Limitations are that this is a small proof-of-concept study, a radiologist reviewed each scan to reduce the risk for false positives, and a small absolute error in the estimated CAC score might be less important at a higher threshold than zero, he said.

“Now we need further studies to evaluate how this impacts clinical outcomes,” Sandhu concluded. “This project provides an example of how we can and should evaluate [the impact of artificial intelligence algorithms] on clinical decision making, clinical processes, and outcomes, rather than solely classification accuracy.”

Joshi, who is also an associate editor for Circulation, noted that the recent DANCANVAS trial of comprehensive screening with noncontrast ECG-gated CT was hypothesis-generating because it missed its primary endpoint of reducing all-cause mortality in men aged 65 to 74, but showed a mortality benefit in those younger than 70.

“There are tons of data that a high CAC score is higher risk, so it makes a lot of sense that this [is] going to impact outcomes,” he said.

Nevertheless, NOTIFY-1 was a labor-intensive, quality-improvement intervention that included clinician education prior to randomization, provider and patient notifications, use of a novel algorithm, and a radiologist to read all CT scans, Joshi added.

“In terms of a first step, I think it’s a huge first step,” he said. “But there’s still obviously limitations here.
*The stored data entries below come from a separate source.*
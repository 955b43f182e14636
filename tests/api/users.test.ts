import request from 'supertest';
import { describe, expect, it } from 'vitest';
import { OperatorAssignment, User } from '../../server/models';
import { buildUser, call, ids, SIGNED_OUT, signIn, unique, useApi } from '../helpers/api';
import { buildNeighbourhood } from '../helpers/factories';

const ADMINS_ONLY = { code: 'forbidden', message: 'Only admins manage people.' };
const NEW_PASSWORD = 'lantern-harbour-quiet-tide';
const newPerson = (overrides: Record<string, unknown> = {}) => ({
  email: `${unique('ines')}@example.test`,
  name: 'Ines Marlow',
  role: 'host',
  password: NEW_PASSWORD,
  phone: '+00 555 0199',
  ...overrides,
});

describe('users (people) API', () => {
  const ctx = useApi();
  const admin = async () => {
    const user = await buildUser({ role: 'admin' });
    return { user, agent: await signIn(ctx, user) };
  };

  describe('signed out', () => {
    it.each([
      ['lists', 'get', '/api/v1/users'],
      ['reads', 'get', '/api/v1/users/1'],
      ['creates', 'post', '/api/v1/users'],
      ['updates', 'patch', '/api/v1/users/1'],
      ['deletes', 'delete', '/api/v1/users/1'],
    ] as const)('a signed-out caller who %s people gets 401', async (_what, method, url) => {
      const res = await call(request(ctx.app), method, url, method === 'post' || method === 'patch' ? newPerson() : undefined);
      expect(res.status).toBe(401);
      expect(res.body).toEqual({ error: SIGNED_OUT });
    });
  });

  describe('invalid input', () => {
    it.each([
      ['email', 'not-an-address', 'email must be an e-mail address'],
      ['password', 'short-pass', 'password must be at least 12 characters'],
      ['password', undefined, 'password is required'],
      ['role', 'owner', 'role must be one of admin, operator, host'],
      ['name', undefined, 'name is required'],
      ['name', 'Ines\u0007', 'name must not contain control characters or line breaks'],
      ['phone', '5'.repeat(41), 'phone must be at most 40 characters'],
    ])('adding a person with %s = %j answers 400 "%s"', async (field, value, message) => {
      const res = await call((await admin()).agent, 'post', '/api/v1/users', newPerson({ [field]: value }));
      expect(res.status).toBe(400);
      expect(res.body.error).toEqual({ code: 'invalid_input', message: `The request body is invalid: ${message}.`, details: [{ path: field, message }] });
    });

    it('refuses active: "no" on update', async () => {
      const person = await buildUser();
      const res = await call((await admin()).agent, 'patch', `/api/v1/users/${person.id}`, { active: 'no' });
      expect(res.status).toBe(400);
      expect(res.body.error.details.map((d: { path: string }) => d.path)).toEqual(['active']);
    });

    it.each(['get', 'patch', 'delete'] as const)('answers 400 to an admin’s %s with a non-numeric id in the path', async (method) => {
      const res = await call((await admin()).agent, method, '/api/v1/users/me', method === 'patch' ? { name: 'X' } : undefined);
      expect(res.status).toBe(400);
      expect(res.body.error).toEqual({
        code: 'invalid_input',
        message: 'The address is invalid: id must be a number.',
        details: [{ path: 'id', message: 'id must be a number' }],
      });
    });

    it.each([
      ['sort=password', 'Cannot sort by "password". Sort by one of: name, email, role, createdAt, id.'],
      ['pageSize=501', 'The query is invalid: pageSize must be at most 500.'],
      ['role=owner', 'The query is invalid: role must be one of admin, operator, host.'],
    ])('refuses the list query %s with 400', async (query, message) => {
      const res = await (await admin()).agent.get(`/api/v1/users?${query}`);
      expect(res.status).toBe(400);
      expect(res.body.error.message).toBe(message);
    });

    it('will not let an admin demote or deactivate themself', async () => {
      const { user, agent } = await admin();
      for (const body of [{ role: 'operator' }, { active: false }]) {
        const res = await call(agent, 'patch', `/api/v1/users/${user.id}`, body);
        expect(res.status).toBe(400);
        expect(res.body.error).toEqual({ code: 'invalid_input', message: 'You cannot remove your own admin role or deactivate yourself; ask another admin.' });
      }
      expect((await User.findByPk(user.id))!.role).toBe('admin');
    });
  });

  describe('only admins manage people', () => {
    it.each(['operator', 'host'] as const)('a signed-in %s gets 403 for every people action, even a malformed one', async (role) => {
      const me = await buildUser({ role });
      const other = await buildUser();
      const agent = await signIn(ctx, me);
      for (const [method, url, body] of [
        ['get', '/api/v1/users', undefined],
        ['get', `/api/v1/users/${other.id}`, undefined],
        ['get', `/api/v1/users/${me.id}`, undefined],
        ['post', '/api/v1/users', newPerson({ role: 'admin' })],
        ['patch', `/api/v1/users/${me.id}`, { role: 'admin' }],
        ['delete', `/api/v1/users/${other.id}`, undefined],
        ['get', '/api/v1/users/not-a-number', undefined],
      ] as const) {
        const res = await call(agent, method, url, body);
        expect(res.status).toBe(403);
        expect(res.body.error).toEqual(ADMINS_ONLY);
      }
      expect((await User.findByPk(me.id))!.role).toBe(role);
      expect(await User.findByPk(other.id)).not.toBeNull();
    });

    it('will not let an admin remove their own account (403)', async () => {
      const { user, agent } = await admin();
      const res = await call(agent, 'delete', `/api/v1/users/${user.id}`);
      expect(res.status).toBe(403);
      expect(res.body.error).toEqual({ code: 'forbidden', message: 'You cannot remove your own account.' });
    });
  });

  describe('happy paths', () => {
    it('adds a person: 201 with the record, e-mail lower-cased, and no password or hash anywhere', async () => {
      const { agent } = await admin();
      const email = `${unique('Ines')}@Example.TEST`;
      const res = await call(agent, 'post', '/api/v1/users', newPerson({ email }));
      expect(res.status).toBe(201);
      expect(res.body).toEqual({
        data: {
          id: expect.any(Number),
          email: email.toLowerCase(),
          name: 'Ines Marlow',
          role: 'host',
          phone: '+00 555 0199',
          active: true,
          invited: false,
          erased: false,
          neighbourhoodIds: [],
          createdAt: expect.stringMatching(/Z$/),
          abilities: { update: true, delete: true, export: true, erase: true, invite: false },
        },
      });
      expect(res.text).not.toContain(NEW_PASSWORD);
      expect(res.text).not.toMatch(/argon2|passwordHash|password_hash/);
      const signedIn = await request(ctx.app).post('/api/v1/session').send({ email, password: NEW_PASSWORD });
      expect(signedIn.status).toBe(200);
    });

    it('refuses an e-mail address someone already has, whatever the case (409)', async () => {
      const { agent } = await admin();
      const existing = await buildUser();
      const res = await call(agent, 'post', '/api/v1/users', newPerson({ email: existing.email.toUpperCase() }));
      expect(res.status).toBe(409);
      expect(res.body.error).toEqual({ code: 'duplicate', message: 'Someone already has that e-mail address.' });
    });

    it('reads one person with their neighbourhoods; an unknown id is 404', async () => {
      const { agent } = await admin();
      const operator = await buildUser({ role: 'operator' });
      const hood = await buildNeighbourhood({ operators: [operator] });
      const res = await agent.get(`/api/v1/users/${operator.id}`);
      expect(res.status).toBe(200);
      expect(res.body.data).toMatchObject({ id: operator.id, role: 'operator', neighbourhoodIds: [hood.id] });
      const missing = await agent.get('/api/v1/users/987654');
      expect(missing.status).toBe(404);
      expect(missing.body.error).toEqual({ code: 'not_found', message: 'Person 987654 was not found.' });
    });

    it('turning an operator into a host ends their neighbourhood assignments', async () => {
      const { agent } = await admin();
      const operator = await buildUser({ role: 'operator' });
      await buildNeighbourhood({ operators: [operator] });
      const res = await call(agent, 'patch', `/api/v1/users/${operator.id}`, { role: 'host', phone: '+00 555 0123' });
      expect(res.status).toBe(200);
      expect(res.body.data).toMatchObject({ role: 'host', phone: '+00 555 0123', neighbourhoodIds: [] });
      expect(await OperatorAssignment.count({ where: { userId: operator.id } })).toBe(0);
    });

    it('removes a person with 204; their session stops working', async () => {
      const { agent } = await admin();
      const person = await buildUser({ role: 'operator' });
      const theirAgent = await signIn(ctx, person);
      const res = await call(agent, 'delete', `/api/v1/users/${person.id}`);
      expect(res.status).toBe(204);
      expect(await User.findByPk(person.id)).toBeNull();
      expect((await theirAgent.get('/api/v1/sites')).status).toBe(401);
    });
  });

  describe('pagination, sorting, filters and search on the server', () => {
    it('role filter with pageSize=2&sort=-name gives the right two and the total; q searches names and e-mails', async () => {
      const { agent } = await admin();
      const tag = unique('crew');
      const [a, b, c] = [
        await buildUser({ role: 'host', name: `${tag} Ada` }),
        await buildUser({ role: 'host', name: `${tag} Bea` }),
        await buildUser({ role: 'host', name: `${tag} Cy` }),
      ];
      await buildUser({ role: 'operator', name: `${tag} Dee` });
      const page = await agent.get(`/api/v1/users?role=host&q=${tag}&pageSize=2&sort=-name`);
      expect(ids(page.body)).toEqual([c.id, b.id]);
      expect(page.body.pagination).toEqual({ page: 1, pageSize: 2, total: 3 });
      expect(page.body.abilities).toEqual({ create: true });
      const byEmail = await agent.get(`/api/v1/users?q=${encodeURIComponent(a.email.toUpperCase())}`);
      expect(ids(byEmail.body)).toEqual([a.id]);
    });
  });
});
How do you run this? How scalable is it in terms of what they did in this study?”

There are also the important considerations of anxiety caused by the CAC notifications and the potential for unnecessary downstream testing.

“I think many of us think and, guidelines would agree, that symptoms should drive stress testing,” Joshi said. “So if just by notifying someone that ‘hey you have this calcium’ and get a bump in stress testing, you wonder did all 12% of these stress tests have symptoms or was that just because of the calcium score itself? And we don’t have that kind of granularity from this trial.”

Circulation. Published November 7, 2022. Full text

The study was supported by the Stanford University Human-Centered Artificial Intelligence Seed Grant. Sandhu receives research support from the National Heart, Lung, and Blood Institute.